Короче, происходило за великой китайской стеной что-то не то, что-то подозрительное. Мы с Явой это уже давно заметили.
Однажды мы слышали, как Кныш таинственно сказал Кнышихе:
- Скоро будут у нас большие перемены... Как я тебе говорил. Сведения точные.
А то как-то вечером, когда уже стемнело, приезжали к ним какие-то два верзилы на мотоцикле с коляской, нагрузили что-то в коляску и сразу же уехали. И потом ещё дважды приезжали, и опять-таки вечером.
А однажды возле чайной Кныш, изрядно уже подвыпивший, кричал на всю улицу:
- Не боюсь я вашего Шапки... Какой он Шапка! Штаны он, а не Шапка. И не председатель-голова, а это самое... Он у меня вот здесь. - Кныш показал кулак. - Я уже написал куда следует. Скоро вашему Шапке дадут по ш-шапке... Фить - и нету... Ги-ги-ик!
Иван Иванович Шапка, председатель нашего колхоза, был очень хороший хозяин, и все у нас очень его любили. Все, кроме бездельников, лодырей и пьяниц, которым он спуску не давал. И Кныш все время писал на Шапку жалобы и заявления, куда только можно. Причём писал всегда так, чтобы люди видели. Открывал ворота, выносил на двор стол, садился и, как школяр, склонив набок голову и высунув язык, царапал что-то на бумаге.
- Опять пишет какую-то собаку, - насмешливо говорил дед Варава.

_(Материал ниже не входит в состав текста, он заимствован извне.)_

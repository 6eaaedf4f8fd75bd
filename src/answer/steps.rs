//! The steps of questions: of one number, of a measure, of a formula of them.

use super::desk::Desk;
use super::figure::{Number, Subject};
use super::find::Found;
use super::lists::assumptions;
use super::reply::Reply;
use crate::engine::plan::{Block, Plan, Stands};
use crate::language::{Expr, ExprId, List, Sym, words};
use crate::number::Real;
use crate::source::{Code, Problem};
use crate::steps::{Formula, Outcome, Rule, Side, Step, StepList, Written, shown, write};
use crate::system::{Model, Out};

/// The most steps that are written.
const MOST_STEPS: usize = 10_000;
/// The measures of importance.
pub(super) const MEASURES: [&str; 7] =
    ["Birnbaum", "criticality", "FV", "RAW", "RRW", "doubled", "made perfect"];

/// What the steps of a question end in.
#[derive(Clone, Copy, PartialEq, Eq, Debug)]
pub enum End {
    /// One side of a step, by its place in the list.
    Chance(usize, Side),
    /// A step that is a figure.
    Figure(usize),
    /// A probability of 1 or of 0.
    Certain(bool),
}

impl Desk {
    /// The steps of `R(x)`, `F(x)` or a formula of them.
    ///
    /// # Errors
    /// What prevents the answer itself, or that there are too many steps.
    pub fn steps(&mut self, model: &mut Model<'_>, asked: ExprId) -> Out<StepList> {
        let mut list = StepList::default();
        self.add_steps(model, asked, &mut list)?;
        Ok(list)
    }

    /// Adds the steps of one question to those of others; what is common is
    /// stated once.
    ///
    /// # Errors
    /// As for [`Desk::steps`].
    pub fn add_steps(&mut self, model: &mut Model<'_>, asked: ExprId, list: &mut StepList) -> Out<End> {
        let inner = model.tree.inside_groups(asked);
        if let Expr::Call(word, args) = model.tree.expr(inner)
            && let word @ ("R" | "F") = model.tree.names.text(word)
        {
            let side = if word == "R" { Side::Works } else { Side::Fails };
            return Ok(match self.steps_of(model, inner, args, list)? {
                Ok(step) => End::Chance(step, side),
                Err(works) => End::Certain(works == (side == Side::Works)),
            });
        }
        if let Expr::Call(word, args) = model.tree.expr(inner)
            && MEASURES.contains(&model.tree.names.text(word))
            && self.steps_of_measure(model, inner, word, args, list)?
        {
            return Ok(End::Figure(list.steps.len() - 1));
        }
        let number = self.number(model, asked)?;
        let Number::Figure(quantity) = number else {
            let place = model.tree.span(asked);
            return Err(model.fault(
                Problem::error(Code::WrongKind, place, "steps are written for R, F and formulas of them")
                    .mend("write `steps(R(feed))`"),
            ));
        };
        let formula = self.formula(model, inner, list)?;
        let unit = model.units.symbol(&quantity.dim, &model.tree.names);
        let works = formula.clone();
        let fails = formula.one_minus();
        let place = Some(model.tree.span(asked));
        list.steps.push(Step {
            thing: model.text_of(asked),
            symbol: model.text_of(asked),
            place,
            rule: Rule::Arithmetic,
            works,
            fails,
            shown: Side::Works,
            outcome: Outcome::Figure(quantity.value, unit),
        });
        Ok(End::Figure(list.steps.len() - 1))
    }

    /// Adds the steps of one `R(…)` or `F(…)`; its last step, or what it is for certain.
    fn steps_of(
        &mut self,
        model: &mut Model<'_>,
        call: ExprId,
        args: List,
        list: &mut StepList,
    ) -> Out<Result<usize, bool>> {
        let subject = self.subject(model, call, args, 1)?;
        let written = self.write_system(model, call, &subject, list)?;
        Ok(written.of(subject.prepared.plan.root()))
    }

    /// Adds the steps of a system under its exposure.
    fn write_system(
        &mut self,
        model: &mut Model<'_>,
        call: ExprId,
        subject: &Subject,
        list: &mut StepList,
    ) -> Out<Written> {
        let Subject { prepared, given, thing, .. } = subject;
        let thing = *thing;
        // Like things share a step, so that their number alone does not decide.
        let blocks = prepared.plan.blocks();
        let steps = blocks.filter(|b| !matches!(prepared.plan.block(*b), Block::Leaf(_))).count();
        if steps > MOST_STEPS {
            return Err(too_many_steps(model, thing, call));
        }
        let exposure = self.exposure(model, given, model.tree.span(call))?;
        let known = std::mem::take(list);
        let (mut done, written) = write(model, &prepared.system, &prepared.plan, &exposure, known);
        for line in assumptions(model, &prepared.system, &exposure) {
            if !done.assumptions.contains(&line) {
                done.assumptions.push(line);
            }
        }
        if let Err(works) = written.of(prepared.plan.root()) {
            done.remarks.push(format!(
                "{} {} for certain",
                model.text_of(thing),
                if works { "works" } else { "fails" }
            ));
        }
        if done.steps.len() > MOST_STEPS {
            return Err(too_many_steps(model, thing, call));
        }
        *list = done;
        Ok(written)
    }

    /// Adds the steps of a measure of importance: the whole, the whole with the
    /// thing failed and working, the thing, and what the measure makes of them.
    /// Whether it could: a thing that cannot fail, or a value that there is not,
    /// has no formula.
    fn steps_of_measure(
        &mut self,
        model: &mut Model<'_>,
        call: ExprId,
        word: Sym,
        args: List,
        list: &mut StepList,
    ) -> Out<bool> {
        let (Number::Figure(quantity), &[_, name, ..]) = (self.call(model, call)?, model.tree.list(args))
        else {
            return Ok(false);
        };
        let subject = self.subject(model, call, args, 2)?;
        let Found::Block(block) = self.find(model, &subject, name)? else { return Ok(false) };
        let prepared = subject.prepared.clone();
        let Stands::Node(node) = prepared.plan.stands(block) else { return Ok(false) };
        let written = self.write_system(model, call, &subject, list)?;
        let own = certain_or_step(written.of(block));
        let whole = certain_or_step(written.of(prepared.plan.root()));
        let exposure = self.exposure(model, &subject.given, model.tree.span(call))?;
        let thing = model.text_of(name);
        let mut knowing = |works: bool| -> Option<(Formula, Formula)> {
            let words = format!("{thing} {}", if works { "works" } else { "has failed" });
            let left = match prepared.system.knowing(node, works, words) {
                Ok(left) => left,
                Err(works) => return Some(certain_or_step(Err(works))),
            };
            let plan = Plan::new(&left.structure, left.root).ok()?;
            let (done, written) = write(model, &left, &plan, &exposure, std::mem::take(list));
            *list = done;
            Some(certain_or_step(written.of(plan.root())))
        };
        let word = model.tree.names.text(word).to_string();
        let unasked = || Some((Formula::Whole(0), Formula::Whole(0)));
        let failed = if matches!(word.as_str(), "FV" | "RRW") { unasked() } else { knowing(false) };
        let works = if matches!(word.as_str(), "FV" | "RAW") { unasked() } else { knowing(true) };
        let (Some(failed), Some(works)) = (failed, works) else { return Ok(false) };
        if list.steps.len() > MOST_STEPS {
            return Err(too_many_steps(model, subject.thing, call));
        }
        let cut = self.rank(model, subject.thing, &prepared, &subject.valued, &subject.given)?;
        let cut = cut.get(block.0 as usize).copied().flatten().and_then(|found| found.cut_failed);
        let parts = Parts { own, whole, failed, works, cut };
        let Some(formula) = parts.measure(&word, &thing) else { return Ok(false) };
        list.steps.push(Step {
            thing: model.text_of(call),
            symbol: model.text_of(call),
            place: Some(model.tree.span(call)),
            rule: Rule::Importance,
            works: formula.clone(),
            fails: formula.one_minus(),
            shown: Side::Works,
            outcome: Outcome::Figure(quantity.value, String::new()),
        });
        Ok(true)
    }

    /// A formula of questions and figures as a tree; the steps of its questions go to `list`.
    fn formula(&mut self, model: &mut Model<'_>, expr: ExprId, list: &mut StepList) -> Out<Formula> {
        let place = model.tree.span(expr);
        self.depth += 1;
        let out = if self.depth > 100 {
            Err(model.fault(
                Problem::error(Code::TooDeep, place, "this formula is nested too deep for its steps")
                    .mend("give parts of it names on lines of their own"),
            ))
        } else {
            self.formula_inner(model, expr, list)
        };
        self.depth -= 1;
        out
    }

    fn formula_inner(&mut self, model: &mut Model<'_>, expr: ExprId, list: &mut StepList) -> Out<Formula> {
        use crate::language::ArithOp;
        Ok(match model.tree.expr(expr) {
            Expr::Group(inner) => self.formula(model, inner, list)?,
            Expr::Negate(inner) => Formula::Negate(Box::new(self.formula(model, inner, list)?)),
            Expr::Arith(op, a, b) => {
                let (a, b) = (self.formula(model, a, list)?, self.formula(model, b, list)?);
                match op {
                    ArithOp::Add => Formula::Sum(vec![a, b]),
                    ArithOp::Sub if a == Formula::Whole(1) => b.one_minus(),
                    ArithOp::Sub => Formula::Sum(vec![a, Formula::Negate(Box::new(b))]),
                    ArithOp::Mul => Formula::Product(vec![a, b]),
                    ArithOp::Div => Formula::Quotient(Box::new(a), Box::new(b)),
                    ArithOp::Pow => Formula::Power(Box::new(a), Box::new(b)),
                }
            }
            Expr::Call(word, args) => {
                let text = model.tree.names.text(word);
                if let Some(name) = words::FUNCTIONS.iter().find(|f| **f == text) {
                    let args = model.tree.list(args).to_vec();
                    let args =
                        args.into_iter().map(|a| self.formula(model, a, list)).collect::<Out<Vec<_>>>()?;
                    return Ok(Formula::Function(name, args));
                }
                if matches!(text, "R" | "F") {
                    let side = if text == "R" { Side::Works } else { Side::Fails };
                    return Ok(match self.steps_of(model, expr, args, list)? {
                        Ok(step) => Formula::Step(step, side),
                        Err(works) => Formula::Whole(u32::from(works == (side == Side::Works))),
                    });
                }
                self.datum(model, expr)?
            }
            Expr::Name(sym) => match model.lookup(sym).and_then(|d| model.def(d).value) {
                Some(value)
                    if matches!(
                        model.tree.expr(model.tree.inside_groups(value)),
                        Expr::Arith(..) | Expr::Call(..)
                    ) =>
                {
                    self.formula(model, value, list)?
                }
                _ => self.datum(model, expr)?,
            },
            Expr::Literal(_) => {
                let quantity = model.figure(expr)?;
                if quantity.whole() == Some(1) { Formula::Whole(1) } else { self.datum(model, expr)? }
            }
            _ => self.datum(model, expr)?,
        })
    }

    fn datum(&mut self, model: &mut Model<'_>, expr: ExprId) -> Out<Formula> {
        let quantity = model.figure_with(expr, crate::system::Ctx::TOP, self)?;
        let unit = model.units.symbol(&quantity.dim, &model.tree.names);
        let number = super::plain(quantity.value);
        let text = if unit.is_empty() { number } else { format!("{number} {unit}") };
        Ok(Formula::Datum {
            symbol: model.text_of(expr),
            value: quantity.value,
            complement: quantity.complement,
            written: self.written_as(model, expr, &text),
            text,
        })
    }

    /// How the note has a figure, where the formula shows another spelling.
    fn written_as(&self, model: &Model<'_>, expr: ExprId, shown: &str) -> Option<String> {
        let from = match model.tree.expr(expr) {
            Expr::Name(sym) => model.lookup(sym).and_then(|d| model.def(d).value)?,
            _ => expr,
        };
        Some(model.text_of(from)).filter(|text| text != shown)
    }

    /// Steps as a numbered list. `places` says on which line of the source each
    /// thing stands; a note itself shows none, since its answers move its lines.
    pub fn steps_reply(&self, model: &Model<'_>, list: &StepList, places: bool) -> Reply {
        let digits = (model.digits + 3).min(15);
        let mut entries: Vec<Vec<String>> = Vec::new();
        for step in shown(list, model.sources, digits) {
            let mut about = vec![step.thing.clone()];
            about.extend((places && !step.place.is_empty()).then(|| step.place.clone()));
            about.push(step.rule.to_string());
            if !step.rests_on.is_empty() {
                let on: Vec<String> = step.rests_on.iter().map(ToString::to_string).collect();
                about.push(format!("from {}", on.join(", ")));
            }
            let mut formula = format!("{} = {}", step.left, step.symbols);
            if step.numbers != step.symbols {
                formula.push_str(&format!(" = {}", step.numbers));
            }
            if step.result != step.numbers {
                formula.push_str(&format!(" = {}", step.result));
            }
            if !step.other.is_empty() {
                formula.push_str(&format!("; {}", step.other));
            }
            let mut entry = vec![about.join(", "), formula];
            if !step.data.is_empty() {
                entry.push(format!("with {}", step.data.join(", ")));
            }
            entries.push(entry);
        }
        let mut notes = list.remarks.clone();
        notes.extend(list.assumptions.iter().map(|line| format!("assumed: {line}")));
        Reply::List { entries, numbered: true, notes }
    }
}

Жалобы Кныша, конечно, вреда председателю никакого не приносили. Но у людей тёмных вызывали к Кнышу уважение и даже боязнь - раз человек пишет, значит, силу имеет. Когда-то, говорят, Кныша из-за этих заявлений даже разумные люди боялись. Это делало его в наших глазах ещё более таинственным и загадочным.
И уж совсем мы сбились с толку после одного случайно услышанного нами разговора...
Дело было в Киеве, куда мы всем классом ездили на экскурсию во время зимних каникул.
Как-то раз, когда наши направились на концерт в филармонию, мы с Явой "на минуточку" отстали, чтобы сбегать посмотреть на "чёртово колесо". (Хотя оно зимой и не работает, но всё равно интересно.) Побежали, покрутились возле "чёртова колеса" (жаль, что не работает!), собрались идти назад, смотрим - а на скамейке сидит Кныш с каким-то незнакомым человеком. Сидит спиной к нам - нас не видит. Но зато мы его сразу узнали. И удивились, конечно. Что он тут делает? В Киеве, возле "чёртова колеса"... Остановились. Слышим такой разговор.
- Четвертак, не меньше, - говорит Кныш.
- Двадцатку, больше не могу, - говорит человек.
- Да вы знаете, как я рискую! Думаете, хочется в тюрьме сидеть? Четвертак, не меньше.
- Ну хорошо, не по-вашему, не по-моему - двадцать три.
- Только четвертак. Не могу меньше. Не могу! Тут они вдруг умолкли: по аллее шёл милиционер. Кныш и незнакомый человек вскочили и исчезли.
С тех пор этот подозрительный разговор не давал нам покоя.
- И что бы это могло значить? - говорил Ява, медленно прищуривая левый глаз.